Retard et insuffisance des produits
Devant une telle situation, les autorités nationales ont anticipé, avec la mise en place du Programme d’Assistance au Cheptel (PAC), suivant l’arrêté N° 0825 du 28 Septembre 2017/PM/DGLTEJO. « Cependant, force est de constater », déplore ROSA, « le retard dans la mise en œuvre de ce plan et l’insuffisance des produits, selon les éleveurs, les contraignant à une ruée vers la wilaya du Guidimakha où l’on assiste à une très forte concentration d’animaux, avec des effets désastreux sur l’écosystème. La rareté de l’aliment de bétail, dans les magasins du CSA et les boutiques Emel, s’est couplée au renchérissement du produit. Les éleveurs de la wilaya rapportent : «Le sac, qui coûtait 300 N-UM (3.000 anciennes ouguiyas) en temps normal, est monté, à la mi-Mars, à 650 N-UM puis à 850 N-UM, ces derniers temps ».

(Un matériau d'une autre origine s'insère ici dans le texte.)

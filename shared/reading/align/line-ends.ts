/** Where the lines under signatures begin and end: what tells left from right at the foot of the page, where nothing else does. */
import type { Homography } from '../geometry/homography.ts'
import type { ResidualField } from '../geometry/residual-field.ts'
import type { Mark } from './marks.ts'
import { lineProfile, type Picture, samplePatch } from './patch.ts'

const STEP_MM = 0.15
/** An end is looked for so far from its place, mm: less than half of the gap to the next line. */
const REACH_MM = 1.45
/** Line on one side and paper on the other, over so much, mm. */
const SIDE_MM = 1
/** Looked at above and below the line, mm. */
const BESIDE_MM = 0.45
/** Darkness of the line over that of the paper at its end. */
const LEAST_CONTRAST = 0.08
/** An end is believed where the ends nearest to it are as far off as it is, within this, mm: tails of signatures end as well. */
const AGREE_MM = 0.4
/** The ends nearest to one that are asked; fewer than two say nothing, and then the fields around are believed. */
const ASKED = 3

export interface LineEnd {
  mark: Mark
  /** To the right of where the fields around put it, mm. */
  off_mm: number
}

/** One end of a line; null where no end is plain. `inside`: 1 where the line lies to the right of it, else -1. */
export function lineEnd(
  picture: Picture,
  homography: Homography,
  field: ResidualField,
  at: { x: number; y: number },
  inside: 1 | -1,
): LineEnd | null {
  const displacement = field.at(at)
  const half = REACH_MM + SIDE_MM
  const area = { x: at.x - half, y: at.y - BESIDE_MM, width: 2 * half, height: 2 * BESIDE_MM }
  const patch = samplePatch(picture, { homography, center: at, displacement }, area, STEP_MM)
  // The darkest fifth of a column is the line, whatever stands beside it; a pen counts no more than print.
  const dark = lineProfile(patch, 'columns', area.y, area.y + area.height, 0.2, 0.4)
  const side = Math.round(SIDE_MM / STEP_MM)
  const mean = (from: number) => dark.subarray(from, from + side).reduce((sum, v) => sum + v, 0) / side
  let best = { contrast: LEAST_CONTRAST, edge: -1 }
  for (let edge = side; edge + side <= dark.length; edge++) {
    const contrast = inside * (mean(edge) - mean(edge - side))
    if (contrast > best.contrast) best = { contrast, edge }
  }
  if (best.edge < 0) return null
  const off_mm = best.edge * STEP_MM - half
  return { mark: { key: 'end', ...at, dx: displacement.dx + off_mm, dy: displacement.dy, weight: 1 }, off_mm }
}

/** The marks of the ends that agree with those beside them. */
export function agreeing(ends: readonly LineEnd[]): Mark[] {
  const agrees = (end: LineEnd) => {
    const away = (other: LineEnd) => Math.abs(other.mark.x - end.mark.x)
    const others = ends.filter((other) => other !== end).sort((a, b) => away(a) - away(b))
    const offs = others.slice(0, ASKED).map((other) => other.off_mm)
    const usual = offs.length < 2 ? 0 : offs.sort((a, b) => a - b)[offs.length >> 1]!
    return Math.abs(end.off_mm - usual) < AGREE_MM
  }
  return ends.filter(agrees).map(({ mark }) => mark)
}
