/**
 * How high a comb stands, and how much it leans: every box votes with its upper and lower frame, the two bars with their ends.
 * Shift and lean are sought together, since a curled page leans and a long comb then has no sharp rows of its own.
 */
import { BOX } from '../../layouts/layout.ts'
import type { FieldPart } from './field-lines.ts'
import { centreOf, type Grid, gridAround, type Line, type Profile, voteAt, voteOf, votesOn } from './lines.ts'
import { lineProfile, type Patch } from './patch.ts'

export interface LevelMatch {
  /** Measured minus expected at the middle of the boxes, mm. */
  shift_mm: number
  /** Rise along the comb, mm a mm. */
  lean: number
  /** How much taller it stands than expected: 0.01 is a hundredth. */
  growth: number
  support: number
  spread_mm: number
}

interface Voter {
  /** Where along the comb, from its middle, mm. */
  along: number
  profile: Profile
  lines: readonly Line[]
  marks: readonly VotingMark[]
}

/** A line, or the end of a bar, with its votes for offsets in steps of the search. */
interface VotingMark {
  /** Height beside the middle of the boxes, mm. */
  above: number
  votes: Float32Array
}

/** Kept off a box's corners, where lines cross. */
const INSET_MM = 0.75
/** A line of a single box is seen on few samples: less than this share may be writing. */
const SHARE = 0.6
const CLIP = 0.42
/** Contrast of a bar's end that is a full vote. */
const BAR_CONTRAST = 0.3
/** What is compared on both sides of a bar's end, mm. */
const BAR_SIDE_MM = 0.55

/** What distance from the expected place costs, in support a mm; and a lean of one: rules and labels also run level. */
const AWAY_COST = 0.08
const LEAN_COST = 1.5
/** Heights beside the expected one. */
const MOST_GROWTH = 0.08
const GROWTHS = [0.04, -0.04, MOST_GROWTH, -MOST_GROWTH] as const
/** A place that is so well supported needs no bending. */
const GOOD_AS_IT_IS = 0.6
/** Leans beside the one that neighbours give. */
const LEANS = [0, 0.006, -0.006, 0.012, -0.012, 0.02, -0.02, 0.03, -0.03, 0.045, -0.045, 0.06, -0.06]

function boxVoters(patch: Patch, part: FieldPart, dx: number, middle: number, full: number, grid: Grid): Voter[] {
  const center = part.field.y + part.field.height / 2
  return part.boxes.map((box) => {
    const values = lineProfile(patch, 'rows', box.x + dx + INSET_MM, box.x + box.width + dx - INSET_MM, SHARE, CLIP)
    const profile = { values, start_mm: patch.y, step_mm: patch.step_mm, full }
    const marks = part.level.map((line) => ({
      above: line.from - center,
      votes: votesOn(grid, (by) => voteOf(profile, line, by)),
    }))
    return { along: box.x + box.width / 2 - middle, profile, lines: part.level, marks }
  })
}

function barVoter(patch: Patch, from: number, top: number, bottom: number, dx: number, middle: number, grid: Grid): Voter {
  const values = lineProfile(patch, 'rows', from + dx + 0.1, from + BOX.bar + dx - 0.1, 0.5, 0.8)
  const profile = { values, start_mm: patch.y, step_mm: patch.step_mm, full: BAR_CONTRAST }
  const half = (bottom - top) / 2
  const marks = [
    { above: -half, votes: votesOn(grid, (by) => edgeVote(profile, top + by, true)) },
    { above: half, votes: votesOn(grid, (by) => edgeVote(profile, bottom + by, false)) },
  ]
  return { along: from + BOX.bar / 2 - middle, profile, lines: [], marks }
}

function mean({ values, start_mm, step_mm }: Profile, from: number, to: number): number {
  const first = Math.max(0, Math.round((from - start_mm) / step_mm))
  const last = Math.min(values.length, Math.round((to - start_mm) / step_mm))
  if (last <= first) return 0
  let sum = 0
  for (let i = first; i < last; i++) sum += values[i]!
  return sum / (last - first)
}

function edgeVote(profile: Profile, at: number, darkBelow: boolean): number {
  const below = mean(profile, at, at + BAR_SIDE_MM)
  const above = mean(profile, at - BAR_SIDE_MM, at)
  return Math.max(-0.5, Math.min(1, (darkBelow ? below - above : above - below) / profile.full))
}

interface Pose {
  shift: number
  lean: number
  growth: number
}

function supportAt(voters: readonly Voter[], { shift, lean, growth }: Pose, grid: Grid): number {
  let sum = 0
  let count = 0
  for (const { along, marks } of voters) {
    for (const { above, votes } of marks) {
      const by = shift + lean * along + growth * above
      sum += voteAt(grid, votes, by)
      count++
    }
  }
  return count === 0 ? 0 : sum / count
}

/**
 * Seeks the boxes of `parts`, with the bars that stand beside them, within `reach_mm` of `around`. A page that curls away is
 * thought of (leaning more, lower or taller) only where it does not fit as it is.
 */
export function matchLevel(
  patch: Patch,
  parts: readonly FieldPart[],
  dx: number,
  reach_mm: number,
  full: number,
  around: { shift_mm: number; lean: number; growth: number } = { shift_mm: 0, lean: 0, growth: 0 },
  leans: readonly number[] = LEANS,
): LevelMatch {
  const first = parts[0]!.boxes[0]!
  const last = parts.at(-1)!.boxes.at(-1)!
  const middle = (first.x + last.x + last.width) / 2
  const { field } = parts[0]!
  const center = field.y + field.height / 2
  const step = patch.step_mm / 2
  const steps = Math.ceil(reach_mm / step)
  // As far as the steepest lean and growth reach beyond the shift.
  const room =
    (Math.abs(around.lean) + Math.max(...leans.map(Math.abs))) * (last.x + last.width - first.x + 2) * 0.5 +
    (Math.abs(around.growth) + MOST_GROWTH) * field.height * 0.7
  const grid = gridAround(around.shift_mm, step, steps + Math.ceil(room / step))
  const voters = parts.flatMap((part) => boxVoters(patch, part, dx, middle, full, grid))
  if (Math.abs(first.x - field.x) < 0.1) {
    const rise = BOX.barRise
    voters.push(barVoter(patch, field.x - BOX.bar, field.y - rise, field.y + field.height + rise, dx, middle, grid))
  }
  const end = field.x + field.width
  if (Math.abs(last.x + last.width - end) < 0.1)
    voters.push(barVoter(patch, end, field.y, field.y + field.height, dx, middle, grid))

  let best = { value: -1, support: -1, shift: around.shift_mm, lean: around.lean, growth: around.growth }
  const seek = (growths: readonly number[]) => {
    for (const grown of growths) {
      for (const bend of leans) {
        const cost = LEAN_COST * (Math.abs(bend) + Math.abs(grown))
        for (let k = -steps; k <= steps; k++) {
          const pose = { shift: around.shift_mm + k * step, lean: around.lean + bend, growth: around.growth + grown }
          const support = supportAt(voters, pose, grid)
          const value = support - AWAY_COST * Math.abs(k * step) - cost
          if (value > best.value) best = { value, support, ...pose }
        }
      }
    }
  }
  seek([0])
  if (best.support < GOOD_AS_IT_IS && leans.length > 1) seek(GROWTHS)
  return refine(voters, best, best.support, center)
}

/** The median of what single lines say, about the best shift. */
function refine(voters: readonly Voter[], pose: Pose, support: number, center: number): LevelMatch {
  const centres: number[] = []
  for (const { along, profile, lines } of voters) {
    for (const line of lines) {
      const by = pose.shift + pose.lean * along + pose.growth * (line.from - center)
      const centre = centreOf(profile, line, by)
      if (centre !== null && voteOf(profile, line, by) > 0.25 && Math.abs(centre - by) < 0.4) centres.push(centre - by)
    }
  }
  const { lean, growth } = pose
  if (centres.length === 0) return { shift_mm: pose.shift, lean, growth, support, spread_mm: Number.NaN }
  centres.sort((a, b) => a - b)
  const n = centres.length
  const middle = n % 2 ? centres[n >> 1]! : (centres[n / 2 - 1]! + centres[n / 2]!) / 2
  const off = centres.map((c) => Math.abs(c - middle)).sort((a, b) => a - b)
  return { shift_mm: pose.shift + middle, lean, growth, support, spread_mm: off[n >> 1]! }
}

Entre la rareté du couvert végétal, celle des aliments de bétail et la cherté du produit, les éleveurs se sont adonnés à l’exploitation des pâturages aériens, abattant abusivement les arbres (notamment les « Techtaya » ou acacia Sénégal), pour nourrir leur cheptel. Cette coupe n’est pas sans risques et contribue à la déforestation de cette wilaya, principale zone d’accueil du cheptel national aujourd’hui en détresse. Le ROSA exhorte les autorités à accélérer et concrétiser la mise en œuvre rapide du plan national de réponse pour : assister les populations en crise d’urgence alimentaire et nutritionnelle, avec une attention particulière envers les couches les plus vulnérables, notamment les enfants en bas âge et les femmes enceintes et allaitantes ; protéger les moyens d’existence des populations pastorales et agro-pastorales sous pression, en mettant l’accent sur l’approvisionnement en aliments pour le bétail et les autres instruments de gestion de la vulnérabilité pastorale ; combler le déficit de pâturages, en disponibilisant l’aliment de bétail et en densifiant les points de vente ; réapprovisionner les magasins du CSA et les boutiques Emel en aliments de bétail ; multiplier les points d’eau pastorale, dans les zones non encore pourvues, afin de diminuer la pression des animaux sur des écosystèmes déjà fragiles, éviter le recours à la coupe abusive des « techtaya » et parer aux éventuels conflits que pourrait engendrer une telle concentration d’animaux dans une wilaya agricole. Enfin, ROSA exige le renforcement de la surveillance épidémiologique, dans les zones de concentration, afin de prévenir d’éventuelles maladies animales contagieuses.